At 10:30 p.m. students called Halvor and Miriam to say that she had not returned. They added that they had checked with the hotel where her friend was staying and had learned that she had never arrived there.
The couple then began calling the hospitals to check among the wounded.
When her name did not appear they feared the worst and then called the police.
By 2 a.m. they had put the pieces of the puzzle together and understood that Gardner was the woman who had been killed.
Her friend from Ireland was heartbroken when she heard the news and came to the program to talk with its participants about Mary, said Miriam.
Mary loved nature and had just gone with the program on a three-day trip to the Galilee, said Miriam, who added that she was a good photographer and had taken many photographs of flowers.
“Our feeling is that she protected others because she was the closet [to the bomb],” said Miriam.
Mary, 55, was the oldest of five children.
She is survived by her parents, Jean and Tony, her sister Alison, 51, and brothers Andrew, 54, David, 49, and Tom, 43.
Her parents released a statement to the media upon her death which said, “We are all devastated by the sudden loss of our daughter in this tragic and unexpected way.

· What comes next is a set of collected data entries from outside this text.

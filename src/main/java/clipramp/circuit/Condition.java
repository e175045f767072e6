package clipramp.circuit;

/**
 * What a design is solved at.
 *
 * @param lineVolts rms of the line's fundamental, V, above 0
 * @param lineHertz line frequency, Hz, above 0
 * @param celsius ambient temperature, °C; parts are taken to be at it
 */
public record Condition(double lineVolts, double lineHertz, double celsius) {
    /** Temperature that data-sheet figures hold at, and that benches are read at, °C. */
    public static final double SHEET_CELSIUS = 25;

    /** @throws IllegalArgumentException outside the stated ranges */
    public Condition {
        Require.positive("line voltage", lineVolts);
        Require.positive("line frequency", lineHertz);
        Require.finite("temperature", celsius);
    }

    /** Angular frequency of the line, rad/s. */
    public double omega() {
        return 2 * Math.PI * lineHertz;
    }

    /** Half a period of the line, s. */
    public double halfCycleSeconds() {
        return 0.5 / lineHertz;
    }
}
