@dataclass(frozen=True)
class Plan:
    """Every choice of an analysis, in sections; see each section's fields for their meaning."""

    catalogue: CatalogueSection = field(default_factory=CatalogueSection)
    graph: GraphSection = field(default_factory=GraphSection)
    emergence: EmergenceSection = field(default_factory=EmergenceSection)
    ancestry: AncestrySection = field(default_factory=AncestrySection)
    spread: SpreadSection = field(default_factory=SpreadSection)
    evidence: EvidenceSection = field(default_factory=EvidenceSection)
    sensitivity: SensitivitySection = field(default_factory=SensitivitySection)
    report: ReportSection = field(default_factory=ReportSection)

    def __post_init__(self) -> None:
        for section in fields(self):
            getattr(self, section.name).check()

    def replace(self, **changes: Any) -> Plan:
        """Give a plan with some keys changed, named ``section__key``.

        Raises
        ------
        PlanError
            When a key is unknown or its value cannot be used.
        """
        nested: dict[str, dict[str, Any]] = {}
        for name, value in changes.items():
            section, _, key = name.partition("__")
            nested.setdefault(section, {})[key] = value
        return plan_from_mapping(nested, base=self)

    def choices(self) -> list[tuple[str, Any, str]]:
        """List every choice as (section.key, value, explanation)."""
        return [
            (f"{s.name}.{f.name}", getattr(getattr(self, s.name), f.name), f.metadata["explain"])
            for s in fields(self)
            for f in fields(getattr(self, s.name))
        ]

    def to_mapping(self) -> dict[str, dict[str, Any]]:
        """Give the plan as plain nested dictionaries (lists for tuples), as in its TOML."""
        out: dict[str, dict[str, Any]] = {}
        for name, value, _ in self.choices():
            section, key = name.split(".")
            out.setdefault(section, {})[key] = plain_value(value)
        return out

    def to_toml(self) -> str:
        """Write the plan as TOML, each key explained in a comment above it."""
        lines = [
            "# twicetold analysis plan. Every choice that shapes a number is here.",
            "# Register this file before you look at the results.",
        ]
        for section in fields(self):
            part = getattr(self, section.name)
            doc = (type(part).__doc__ or "").split("\n")[0].rstrip(".")
            lines += ["", f"[{section.name}]  # {doc}"]
            tables: list[str] = []
            for f in fields(part):
                value = getattr(part, f.name)
                explain = f"# {f.metadata['explain']}"
                if isinstance(value, Mapping):
                    tables += [explain, f"[{section.name}.{f.name}]"]
                    tables += [
                        f"{toml_value(str(k))} = {toml_value(list(v))}" for k, v in value.items()
                    ]
                else:
                    lines += [explain, f"{f.name} = {toml_value(value)}"]
            lines += tables
        return "\n".join(lines) + "\n"

    def digest(self) -> str:
        """SHA-256 of the plan's content (not of its comments)."""
        text = json.dumps(self.to_mapping(), sort_keys=True, ensure_ascii=False)
        return hashlib.sha256(text.encode()).hexdigest()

“Mary was a very special person and we thought the world of her. She was devoted to her work and was well liked wherever she went. Her loss in this way has been deeply upsetting for us all.”
Her body is still in Israel, but is to be flown out of the country in the next few days.
Out of the 50 people wounded in the attack, six are still hospitalized. In Shaare Zedek Hospital there is one person in intensive care and two recovering in the surgical unit. In Hadassah University Hospital, Ein Kerem there is one patient in intensive care, one in moderate condition and one who is due to be released on Thursday.